In my style we'd call that technique "spin around"...although what's on the video is actually the ending to the way we'd do the technique.  I know that different styles call the same techniques different things.  What would ya'll call that (if not iriminage)?

note to self: get into dojo with video camera and start uploading video for sharing.


----------



## Brian R. VanCise (Jan 6, 2008)

theletch1 said:


> [yt]W5Vn2bcNon8&feature=related[/yt]
> 
> 
> note to self: get into dojo with video camera and start uploading video for sharing.


 
*Yes Jeff you need to do that*. 
	

	
	
		
		

		
			





While not a big proponent of high flying ukemi I do see it's use at times and this particular video was a nice demonstration of it.


----------



## charyuop (Jan 6, 2008)

I call it big OUCH! I have always wondered how people can do those ukemi and not kill their neck or base of head.


----------



## CoryKS (Jan 6, 2008)

Big ouch, indeed.  It's hard to tell from this angle, but is he smacking that dude in the face or closer to the neck/shoulders?


----------



## morph4me (Jan 6, 2008)

CoryKS said:


> Big ouch, indeed.
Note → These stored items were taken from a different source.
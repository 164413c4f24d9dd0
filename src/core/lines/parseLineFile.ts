import type { LineListResult } from './lineTypes.js';
import { parseLineTable, type ParseLineTableOptions } from './parseLineTable.js';
import { parseNistAsd, type ParseNistAsdOptions } from './parseNistAsd.js';

export type ParseLineFileOptions = Omit<ParseLineTableOptions, 'source'> & ParseNistAsdOptions;

/** Whether the text looks like a NIST ASD export (text table or CSV/tab output) rather than a plain line table. */
export function isNistAsdExport(text: string): boolean {
  const head = text.slice(0, 20_000);
  return /(obs|ritz)_wl_(air|vac)/i.test(head) || /\|[^\n]*\bRitz\b/.test(head) || /Observed\s*\|/.test(head);
}

/** Reads any line list a user may bring: a NIST ASD export (text, CSV or tab) or a plain wavelength table. */
export function parseLineFile(text: string, source: string, options: ParseLineFileOptions = {}): LineListResult {
  if (isNistAsdExport(text)) return parseNistAsd(text, source, options);
  return parseLineTable(text, { source, spectrum: options.spectrum, onBadRow: options.onBadRow });
}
It's hard to tell from this angle, but is he smacking that dude in the face or closer to the neck/shoulders?


 
He's lifting up his chin and allowing his feet to continue in a vertical circle. Doesn't hurt as much as you'd think if you have good ukemi.


----------



## theletch1 (Jan 6, 2008)

CoryKS said:


> Big ouch, indeed. It's hard to tell from this angle, but is he smacking that dude in the face or closer to the neck/shoulders?


It shouldn't be a smack at all, actually.  It's more of a redirection of uke's energy from a front/linear motion up, back and down.  Think of an ocean wave building then hitting you in the chest and washing up and over you, driving you into the surf.  It's very hard to describe with the written word.  First chance I get I'll do a video and try to break it down graphical.


----------



## ejaazi (Jan 7, 2008)

Good ukemi! And yes, it is iriminage.


----------



## Yari (Jan 8, 2008)

I'd say iriminage. And yes he's slapping off, but it's hard for the upperspine. Wouldn't do it on an old uke.

A good uke knows waht to do, but think what happens if your on the street and the oponent doens'tknow how to to a breakfall? 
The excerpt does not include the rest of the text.